At least 12 companies have pulled their ads after a pushback by Parkland student David Hogg, 17, who called for a boycott of her advertisers.

The latest company to drop Ingraham’s show, “The Ingraham Angle,” was the international pharmaceutical giant Bayer AG (BAYGn.DE).

The company said on Saturday on Twitter: “We have stopped advertising on Laura Ingraham and we have no plans to resume any time in the future.”

A Fox News Channel spokeswoman said Ingraham was taking a pre-planned spring vacation with her children.

Hogg took aim at the host’s show after she taunted him on Twitter on March 28, accusing him of whining about being rejected by four colleges to which he had applied.
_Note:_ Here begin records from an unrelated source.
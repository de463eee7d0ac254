//! Writing files so that no run leaves a half-written one: write under a
//! temporary name in the target's directory, then rename (atomic on one
//! file system). Temporary files are created private (0600); the published
//! file is made readable like any other output (0644).

use std::path::Path;

use tempfile::TempPath;

/// A temporary path beside `target`, removed again if dropped unpublished.
pub fn temporary_beside(target: &Path) -> std::io::Result<TempPath> {
    let directory = target.parent().filter(|p| !p.as_os_str().is_empty()).unwrap_or(Path::new("."));
    Ok(tempfile::Builder::new().prefix(".baroc-").suffix(".partial").tempfile_in(directory)?.into_temp_path())
}

/// Gives the finished temporary file its final name and ordinary permissions.
pub fn publish(temporary: TempPath, target: &Path) -> std::io::Result<()> {
    #[cfg(unix)]
    {
        use std::os::unix::fs::PermissionsExt;
        std::fs::set_permissions(&temporary, std::fs::Permissions::from_mode(0o644))?;
    }
    temporary.persist(target).map_err(|e| e.error)
}

/// Writes bytes to `target` atomically.
pub fn write(target: &Path, bytes: &[u8]) -> std::io::Result<()> {
    let temporary = temporary_beside(target)?;
    {
        use std::io::Write;
        let mut file = std::fs::File::create(&temporary)?;
        file.write_all(bytes)?;
        file.sync_all()?;
    }
    publish(temporary, target)
}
Hogg is a survivor of the Feb. 14 mass shooting that killed 17 people at Marjory Stoneman Douglas High School in the Parkland suburb of Fort Lauderdale. He and other classmates have become the faces of a new youth-led movement calling for tighter restrictions on firearms.

A combination of file photos show media personality Laura Ingraham in Washington October 14, 2017 and Marjory Stoneman Douglas High School student David Hogg, at a rally in Washington March 24, 2018. REUTERS/Mary F. Calvert, Jonathan Ernst/Files

Hogg tweeted a list of a dozen companies that advertise on “The Ingraham Angle” and urged his supporters to demand that they cancel their ads.

On Thursday, Ingraham tweeted an apology “in the spirit of Holy Week,” saying she was sorry for any hurt or upset she had caused Hogg or any of the “brave victims” of Parkland.

But her apology did not stop companies from departing.

The other companies announcing that they are cancelling their ads are: Nutrish, the pet food line created by celebrity chef Rachael Ray, travel website TripAdvisor Inc (TRIP.O), online home furnishings seller Wayfair Inc (W.N), the world’s largest packaged food company, Nestle SA (NESN.S), online streaming service Hulu, travel website Expedia Group Inc (EXPE.O) and online personal shopping service Stitch Fix (SFIX.O).

According to CBS News, four other companies joined the list Friday: the home office supply store Office Depot, the dieting company Jenny Craig, the Atlantis, Paradise Island resort and Johnson & Johnson which produces pharmaceuticals as well as consumer products such as Band-Aids, Neutrogena beauty products and Tylenol.

Hogg wrote on Twitter that an apology just to mollify advertisers was insufficient.

Ingraham’s show runs on Fox News, part of Rupert Murdoch’s Twenty-First Century Fox Inc (FOXA.O).